**About this task:**
Of the lines below, write out exactly those from the line with "np.testing.assert_allclose(again, values, rtol=0, atol=1e-9)" through the line with "1.0, rtol=0, atol=1e-9)", both included, and skip the rest.

**Supplied information:**
============

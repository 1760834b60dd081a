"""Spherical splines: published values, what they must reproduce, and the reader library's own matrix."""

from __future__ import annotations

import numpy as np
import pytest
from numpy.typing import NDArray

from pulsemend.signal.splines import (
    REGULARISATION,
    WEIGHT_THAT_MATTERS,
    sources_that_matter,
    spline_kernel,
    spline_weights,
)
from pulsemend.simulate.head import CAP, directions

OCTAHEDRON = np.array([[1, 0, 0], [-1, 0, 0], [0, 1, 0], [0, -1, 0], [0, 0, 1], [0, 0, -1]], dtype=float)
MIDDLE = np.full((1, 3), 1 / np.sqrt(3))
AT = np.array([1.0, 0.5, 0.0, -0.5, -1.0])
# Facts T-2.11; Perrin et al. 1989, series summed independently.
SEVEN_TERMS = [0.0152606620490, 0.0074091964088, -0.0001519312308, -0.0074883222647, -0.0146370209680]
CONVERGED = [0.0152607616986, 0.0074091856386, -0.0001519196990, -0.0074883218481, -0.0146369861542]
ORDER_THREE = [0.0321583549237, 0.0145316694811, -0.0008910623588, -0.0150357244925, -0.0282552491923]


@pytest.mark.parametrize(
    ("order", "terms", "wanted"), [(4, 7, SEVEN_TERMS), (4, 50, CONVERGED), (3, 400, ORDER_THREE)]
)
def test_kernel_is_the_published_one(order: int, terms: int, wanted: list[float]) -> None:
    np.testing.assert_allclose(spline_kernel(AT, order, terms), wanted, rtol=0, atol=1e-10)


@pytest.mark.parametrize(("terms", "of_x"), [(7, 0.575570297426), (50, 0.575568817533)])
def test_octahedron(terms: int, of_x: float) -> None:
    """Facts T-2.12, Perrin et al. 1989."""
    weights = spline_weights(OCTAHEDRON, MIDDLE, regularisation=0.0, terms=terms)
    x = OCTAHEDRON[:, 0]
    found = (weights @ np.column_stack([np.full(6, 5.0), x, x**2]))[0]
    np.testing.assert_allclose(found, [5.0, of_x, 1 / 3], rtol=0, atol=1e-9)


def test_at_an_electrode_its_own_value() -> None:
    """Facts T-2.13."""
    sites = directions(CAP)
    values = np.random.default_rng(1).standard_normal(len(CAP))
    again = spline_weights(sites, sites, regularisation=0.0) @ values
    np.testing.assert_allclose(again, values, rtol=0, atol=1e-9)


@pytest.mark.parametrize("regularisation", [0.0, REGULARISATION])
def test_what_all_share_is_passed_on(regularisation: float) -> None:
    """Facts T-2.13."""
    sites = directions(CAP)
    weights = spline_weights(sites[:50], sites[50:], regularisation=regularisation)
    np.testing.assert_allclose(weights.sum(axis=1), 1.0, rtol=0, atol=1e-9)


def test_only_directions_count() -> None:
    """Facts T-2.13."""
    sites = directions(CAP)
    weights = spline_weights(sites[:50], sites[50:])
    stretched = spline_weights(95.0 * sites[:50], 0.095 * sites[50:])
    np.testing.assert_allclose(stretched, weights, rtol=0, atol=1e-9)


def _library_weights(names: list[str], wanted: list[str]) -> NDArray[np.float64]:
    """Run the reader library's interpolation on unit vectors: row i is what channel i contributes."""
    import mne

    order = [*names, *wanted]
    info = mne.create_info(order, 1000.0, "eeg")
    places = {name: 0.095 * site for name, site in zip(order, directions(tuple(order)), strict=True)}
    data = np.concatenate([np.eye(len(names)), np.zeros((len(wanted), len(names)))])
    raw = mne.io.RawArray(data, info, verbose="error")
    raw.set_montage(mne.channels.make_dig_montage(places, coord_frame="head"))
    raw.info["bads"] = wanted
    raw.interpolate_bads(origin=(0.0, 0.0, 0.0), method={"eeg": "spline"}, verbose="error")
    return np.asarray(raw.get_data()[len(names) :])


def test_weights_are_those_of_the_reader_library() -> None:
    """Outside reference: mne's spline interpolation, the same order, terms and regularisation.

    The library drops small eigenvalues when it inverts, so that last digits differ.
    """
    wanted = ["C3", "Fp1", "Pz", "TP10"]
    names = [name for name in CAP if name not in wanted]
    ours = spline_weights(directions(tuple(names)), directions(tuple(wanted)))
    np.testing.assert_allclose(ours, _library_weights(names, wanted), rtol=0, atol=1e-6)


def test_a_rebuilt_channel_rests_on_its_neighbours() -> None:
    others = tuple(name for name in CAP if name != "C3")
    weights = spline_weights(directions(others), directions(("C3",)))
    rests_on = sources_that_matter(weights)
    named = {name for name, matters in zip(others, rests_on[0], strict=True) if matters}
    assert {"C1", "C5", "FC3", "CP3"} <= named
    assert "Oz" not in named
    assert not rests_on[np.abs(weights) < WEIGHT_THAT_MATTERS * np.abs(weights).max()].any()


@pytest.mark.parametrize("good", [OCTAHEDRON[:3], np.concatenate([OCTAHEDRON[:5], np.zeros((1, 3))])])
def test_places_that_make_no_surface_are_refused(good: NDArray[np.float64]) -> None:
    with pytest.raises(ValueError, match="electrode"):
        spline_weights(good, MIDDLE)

============

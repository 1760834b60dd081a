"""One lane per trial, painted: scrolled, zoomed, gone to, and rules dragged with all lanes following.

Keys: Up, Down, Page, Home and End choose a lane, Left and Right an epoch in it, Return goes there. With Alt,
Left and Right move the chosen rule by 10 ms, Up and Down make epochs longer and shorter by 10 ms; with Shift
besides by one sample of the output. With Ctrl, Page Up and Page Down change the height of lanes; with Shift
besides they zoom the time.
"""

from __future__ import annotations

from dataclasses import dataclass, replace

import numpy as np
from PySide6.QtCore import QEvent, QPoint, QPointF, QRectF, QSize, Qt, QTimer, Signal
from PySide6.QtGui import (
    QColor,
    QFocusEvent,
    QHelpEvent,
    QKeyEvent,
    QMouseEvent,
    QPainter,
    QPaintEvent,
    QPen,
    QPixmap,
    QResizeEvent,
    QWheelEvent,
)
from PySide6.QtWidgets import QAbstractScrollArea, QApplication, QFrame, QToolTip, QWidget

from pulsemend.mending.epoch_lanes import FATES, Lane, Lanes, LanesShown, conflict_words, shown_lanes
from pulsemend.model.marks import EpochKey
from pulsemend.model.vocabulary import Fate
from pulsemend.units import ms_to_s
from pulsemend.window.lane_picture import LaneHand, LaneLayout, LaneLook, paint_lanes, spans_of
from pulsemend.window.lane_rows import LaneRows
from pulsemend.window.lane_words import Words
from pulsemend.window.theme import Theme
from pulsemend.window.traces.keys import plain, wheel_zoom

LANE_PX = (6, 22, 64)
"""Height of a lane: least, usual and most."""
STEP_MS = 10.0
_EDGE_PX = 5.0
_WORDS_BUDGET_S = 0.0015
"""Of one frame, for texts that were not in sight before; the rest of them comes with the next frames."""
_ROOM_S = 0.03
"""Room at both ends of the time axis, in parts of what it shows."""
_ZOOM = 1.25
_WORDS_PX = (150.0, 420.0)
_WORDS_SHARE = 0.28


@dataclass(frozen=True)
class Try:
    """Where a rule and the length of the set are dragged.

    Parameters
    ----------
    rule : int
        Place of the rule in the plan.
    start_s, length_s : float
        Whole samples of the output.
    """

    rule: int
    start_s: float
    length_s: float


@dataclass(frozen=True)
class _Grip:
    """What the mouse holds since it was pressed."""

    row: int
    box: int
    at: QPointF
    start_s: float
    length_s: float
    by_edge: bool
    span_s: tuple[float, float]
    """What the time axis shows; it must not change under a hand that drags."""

============

**Reply to the exercise:**
    np.testing.assert_allclose(again, values, rtol=0, atol=1e-9)


@pytest.mark.parametrize("regularisation", [0.0, REGULARISATION])
def test_what_all_share_is_passed_on(regularisation: float) -> None:
    """Facts T-2.13."""
    sites = directions(CAP)
    weights = spline_weights(sites[:50], sites[50:], regularisation=regularisation)
    np.testing.assert_allclose(weights.sum(axis=1), 1.0, rtol=0, atol=1e-9)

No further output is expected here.